Jalen Rose misses another one, Iverson brings it back up the floor and hits.
2.4 seconds left Raptors down by 2.


----------



## Crossword

103-101 Sixers with 2.4 left on the clock... in other words, GAME OVER.


----------



## BBB

Just woke up, and saw the nice numbers Bosh has so far... Impressive!


----------



## madman

was that the designed play or did jalen just take it?


----------



## bigbabyjesus

Budweiser_Boy said:


> 103-101 Sixers with 2.4 left on the clock... in other words, GAME OVER.


Pessimistic -------


----------



## JS03

Please don't let Rose get the ball


----------



## Crossword

I guarantee this, that if Rose takes the shot we will not see an overtime, and I don't mean that in a good way.


----------



## madman

do we go for the win or tie? here we go...


----------



## BBB

My post couldn't have came in a worse time...


----------



## Crossword

vigilante said:


> Pessimistic basterd


 lol... the way Rose has been shooting I'd like to think otherwise but I can't.


----------



## Crossword

BBB said:


> My post couldn't have came in a worse time...


 LOL


----------



## madman

my predicition Yell for 3 but misses


----------



## Crossword

Here we go...


----------



## JS03

Good game...


----------



## bigbabyjesus

Rose single handedly lost us this game tonight.


----------



## Crossword

Budweiser_Boy said:


> I guarantee this, that if Rose takes the shot we will not see an overtime, and I don't mean that in a good way.


 Told ya...


----------



## madman

damn it jalen he has to pass the ball when his not feeling it :curse:


----------



## JS03

Rose is an Idiot...


----------



## Crossword

Rafer shoulda shot it.


----------



## Crossword

Juzt_SicK03 said:


> Rose is an Idiot...


 You can say that again...


----------



## Crossword

What a disappointing game.


----------



## madman

that was a good play but i dont know why it was for jalen i would have rather had any other of the 4 take the shot


----------



## Crossword

Wow, Iggy even TALKS like Sammy Sosa!


----------



## madman

he isnt an idiot but he gets to caught up with personal match up during games


----------



## BBB

There's light at the end of the tunnel. A higher lotto pick here we come!


----------



## Crossword

madman said:


> that was a good play but i dont know why it was for jalen i would have rather had any other of the 4 take the shot


 I'd rather have Hoffa take it...


----------



## madman

another bad game for MO


----------



## Crossword

BBB said:


> There's light at the end of the tunnel. A higher lotto pick here we come!

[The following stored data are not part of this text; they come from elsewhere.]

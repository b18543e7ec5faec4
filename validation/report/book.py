"""A workbook to be read, filtered and printed: every cell that is no number of ours is typed as text."""

from __future__ import annotations

import datetime
import io
import re
import zipfile
from collections.abc import Callable, Iterable, Iterator, Mapping, Sequence
from dataclasses import dataclass, field
from enum import StrEnum
from itertools import islice
from pathlib import Path
from typing import Any, Final, Generic, TypeVar

from openpyxl import Workbook
from openpyxl.cell import Cell as StyledCell
from openpyxl.styles import Alignment, Border, Font, PatternFill, Side
from openpyxl.worksheet.properties import PageSetupProperties
from openpyxl.writer.excel import ExcelWriter

from instruments.origin import column_letters
from validation.report.cell_text import CUT, cell_text, em_of, lines_of

__all__ = ["MOST_ROWS", "Book", "Column", "Look", "Page", "Shown", "Table"]

MOST_ROWS: Final = 1_048_576
"""Rows of a sheet (ECMA-376-1, 18.3.1.73)."""

_SPACES_COUNT: Final = re.compile(r"\s.*|.*\s|.*(?:\n|  ).*", re.DOTALL)
_MARKUP: Final = str.maketrans({"&": "&amp;", "<": "&lt;", ">": "&gt;"})

# --- how a cell looks ---------------------------------------------------------------------------------------


class Look(StrEnum):
    """How a cell looks; printed grey, danger is dark and its letters white, fault grey and bold, gap pale."""

    TEXT = "text"
    COUNT = "count"
    SHARE = "share"
    HEADING = "heading"
    COUNT_HEADING = "heading over counts"
    DANGER = "danger"
    FAULT = "fault"
    GAP = "gap"
    TOTAL = "total"
    TITLE = "title"
    SECTION = "section"
    PLAIN = "plain"
    SMALL = "small"


@dataclass(frozen=True, slots=True, kw_only=True)
class _Style:
    size: int = 9
    bold: bool = False
    italic: bool = False
    colour: str = "000000"
    fill: str = ""
    grid: bool = True
    under: bool = False
    right: bool = False
    vertical: str = "top"
    number_format: str = ""

    @property
    def em_px(self) -> float:
        """Pixels of the font's size, at 96 to the inch."""
        return self.size * 96 / 72

    @property
    def line_pt(self) -> float:
        """Points that one line takes, as Excel spaces Arial."""
        return self.size * 4 / 3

 That's true, but you gotta remember we have the Sixers' pick too! This is the one game we SHOULD win! :upset:


----------



## Crossword

madman said:


> another bad game for MO


 Who?

Yeah he was totally non-existant.


----------



## JS03

Budweiser_Boy said:


> I'd rather have Hoffa take it...


SAME


----------



## madman

BBB said:


> There's light at the end of the tunnel. A higher lotto pick here we come!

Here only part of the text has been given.